Jim Cahill of Rutherford Wine Company revealed trade secrets about wine pricing.

* When you order wine by-the-glass in a restaurant, that glass usually costs more than the restaurant paid for the entire bottle. Restaurants like to make 80% profit on wines by the glass. Wineries like to sell their wines to by-the-glass programs because that moves a lot more wine.

* A wine that costs $20 in a store brings the winery only $8.75 gross revenue. The rest goes to transportation, taxes, and mostly distributor and retailer profit.

* Wineries that distribute nationally should set their prices by wherever the taxes are highest (North Carolina is up there.) That way, they can sell their wine for $15 (for example) in every state, and simply take higher profits in low-tax states like California.

One final takeaway: people in the wine trade are talking about whether or not Napa Cabernets are  pricing themselves out of the market.

Duckhorn created a brand (Canvasback) on Red Mountain in Washington because it needed a $40 retail Cabernet, which might sell for $100 in restaurants, and didn't think it could easily make one in Napa.

"Due to supply and demand dynamics, Napa Cab prices have exceeded what some are willing to pay," said Belinda Weber, a marketing director for Duckhorn Wine Company.

Walker echoed that, saying, "Is Cabernet still king? Among collectors, yes it is. But you look at restaurant wine lists and you see very little Napa Cabernet. It's too expensive. We have wines in our portfolio where the prices have gone up and they have a Napa Cabernet at $60. They say, that's a great value Napa Cabernet. $60? OK. As a result of Napa Cabernet prices going up, other areas are really being looked at."
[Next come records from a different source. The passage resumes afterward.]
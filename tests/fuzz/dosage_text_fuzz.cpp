// libFuzzer target: the dosage-text reader (dose/dosage_text.h) and, when the input is a
// JSON document, the FHIR structured Dosage reader (dose/fhir_dosage.h) on it as one
// Dosage element and as a dosageInstruction list.
//
// Invariants:
// - a reading's units per day, when present, is finite and above zero (text) or not
//   negative (structured), and is present exactly when the understanding is full or
//   partial (text) / absent when it is unknown or empty (both);
// - reading is pure: the same text gives the same reading;
// - stages, when present, number two or more, begin with the units per day, are finite
//   and not negative, last at least a day each but the last, which is open-ended; the
//   dose in force on any day is one of them;
// - the text read as a product description gives finite pack contents above zero, and a
//   supply computed from the text, that description and a quantity lasts from 1 to the
//   cap of days, with finite units per day above zero when it has them;
// - the structured readers never throw (an exception reaches libFuzzer as a crash).
#include <cmath>
#include <cstddef>
#include <cstdint>
#include <string>
#include <string_view>
#include <utility>
#include <vector>

#include <nlohmann/json.hpp>

#include "fuzz/fuzz_check.h"
#include "medload/dose/dosage_text.h"
#include "medload/dose/fhir_dosage.h"
#include "medload/dose/pack_content.h"
#include "medload/dose/supply.h"

namespace medload {
namespace {

bool FiniteNotNegative(const std::optional<double>& value) {
  return !value || (std::isfinite(*value) && *value >= 0);
}

bool SameStages(const std::vector<DoseStage>& a, const std::vector<DoseStage>& b) {
  if (a.size() != b.size()) return false;
  for (size_t k = 0; k < a.size(); ++k) {
    if (a[k].units_per_day != b[k].units_per_day || a[k].days != b[k].days) return false;
  }
  return true;
}

void CheckStages(const DosageReading& reading, const char* what) {
  const auto& stages = reading.stages;
  if (stages.empty()) return;
  FuzzCheck(stages.size() >= 2 && reading.units_per_day &&
                stages.front().units_per_day == *reading.units_per_day,
            what);
  for (size_t k = 0; k < stages.size(); ++k) {
    const DoseStage& stage = stages[k];
    FuzzCheck(std::isfinite(stage.units_per_day) && stage.units_per_day >= 0, what);
    FuzzCheck(k + 1 == stages.size() ? !stage.days : stage.days && *stage.days >= 1, what);
  }
  for (int day : {0, 1, 6, 7, 30, 100000}) {
    const auto units = UnitsPerDayOnDay(reading, day);
    bool found = false;
    for (const DoseStage& stage : stages) found = found || (units && *units == stage.units_per_day);
    FuzzCheck(found, what);
  }
}

bool FinitePositive(const std::optional<double>& value) {
  return !value || (std::isfinite(*value) && *value > 0);
}

void CheckPackAndSupply(std::string_view text, const DosageReading& reading) {
  const PackContent content = ReadPackContent(text);
  FuzzCheck(FinitePositive(content.doses) && FinitePositive(content.ml) &&
                FinitePositive(content.units_per_ml),
            "pack: contents are finite and above zero");
  QuantityUnit unit;
  unit.description = std::string(text);
  unit.form = "inhaler";
  unit.from_product = true;
  const std::pair<const char*, double> cases[] = {
      {"puff", 1}, {"ml", 15}, {"inhaler", 1e9}};
  for (const auto& [dose_unit, quantity] : cases) {
    unit.unit = dose_unit;
    const Supply supply = ComputeSupply(quantity, std::nullopt, reading, std::nullopt,
                                        SupplyOptions{}, unit);
    FuzzCheck(supply.days >= 1 && supply.days <= SupplyOptions{}.max_supply_days,
              "supply: days from 1 to the cap");
    FuzzCheck(FinitePositive(supply.units_per_day), "supply: units per day finite, above 0");
    for (const DoseStage& stage : supply.stages) {
      FuzzCheck(std::isfinite(stage.units_per_day) && stage.units_per_day >= 0,
                "supply: stages finite, not negative");
    }
  }
}

void CheckTextReading(std::string_view text) {
  const DosageReading reading = ReadDosageText(text);
  FuzzCheck(!reading.units_per_day || (std::isfinite(*reading.units_per_day) &&
                                       *reading.units_per_day > 0),
            "text: units per day is finite and above zero");
  const bool understood = reading.understanding == Understanding::kFull ||
                          reading.understanding == Understanding::kPartial;
  FuzzCheck(understood == reading.units_per_day.has_value(),
            "text: units per day exactly when understood fully or in part");
  FuzzCheck(!text.empty() || reading.understanding == Understanding::kEmpty,
            "text: no text reads as empty");
  const DosageReading again = ReadDosageText(text);
  FuzzCheck(again.units_per_day == reading.units_per_day && again.as_needed == reading.as_needed &&
                again.unit == reading.unit && again.understanding == reading.understanding &&
                again.note == reading.note && SameStages(again.stages, reading.stages),
            "text: reading is pure");
  CheckStages(reading, "text: stages are well formed");
  CheckPackAndSupply(text, reading);
}

void CheckStructured(const DosageReading& reading, const char* what) {
  FuzzCheck(FiniteNotNegative(reading.units_per_day), what);
  FuzzCheck(!reading.units_per_day || (reading.understanding != Understanding::kUnknown &&
                                       reading.understanding != Understanding::kEmpty),
            "structured: an unknown or empty reading has no units per day");
  CheckStages(reading, "structured: stages are well formed");
}

}  // namespace
}  // namespace medload

extern "C" int LLVMFuzzerTestOneInput(const uint8_t* data, size_t size) {
  using namespace medload;
  const std::string_view input(reinterpret_cast<const char*>(data), size);
  CheckTextReading(input);
  const nlohmann::json document = nlohmann::json::parse(input, nullptr, false);
  if (document.is_discarded()) return 0;
  CheckStructured(ReadFhirDosage(document), "structured: one Dosage gives a finite dose, not negative");
  CheckStructured(ReadFhirDosageList(document),
                  "structured: a Dosage list gives a finite dose, not negative");
  if (document.is_object() && size < 4096) {  // the copy below recurses: keep it shallow
    CheckStructured(ReadFhirDosageList(nlohmann::json::array({document, document})),
                    "structured: two concurrent Dosages give a finite dose, not negative");
  }
  return 0;
}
UC Davis teaches the OIV Wine Marketing Program every year. Here's the page for details.

Follow me on Twitter: @wblakegray and Instagram @wblakegray and like The Gray Report on Facebook.

3 comments:

Bob Henry said...

Excerpt from Wine Spectator Online
(November 12, 2013):

"West Coast Wineries Are Up for Sale -- Quietly”

(A wave of recent deals show investors see opportunities in wine, while owners see an exit strategy.)

Link: http://www.winespectator.com/webfeature/show/id/49221#.UoI_yAMMzG8

By Tim Fish
Senior Editor

“. . . While small wineries can succeed by selling most of their inventory direct to consumers and large producers have muscle with wholesalers, those in the middle -- annual production of 5,000 to 15,000 cases, for example -- can’t get much attention from distributors unless the brand is hot.”

Bob Henry said...

This is a great insight:

"John Collins, CEO of a company called GreatVines that sells alcohol distribution software, started the week off with a slap in the face to all wine companies: 'None of the wine companies are getting any attention (from distributors). Period. Because the spirits companies are that important to the distributors.'

"Collins compared the profit size of Diageo, a huge spirits company, to Jupiter. Gallo, the largest wine company, is Neptune. And if Gallo doesn't matter to a big distributor like Southern Glazer's, no wine company does. . . ."

The money these days is in spirits -- not wine.

How else does one explain this purchase price?

"Diageo to Pay Up to $1 Billion For George Clooney's Tequila"

Link: http://fortune.com/2017/06/21/diageo-tequila-george-clooney/

Unknown said...

Bob - you are 2000% correct. John Collins is a great guy and that quote is so on point.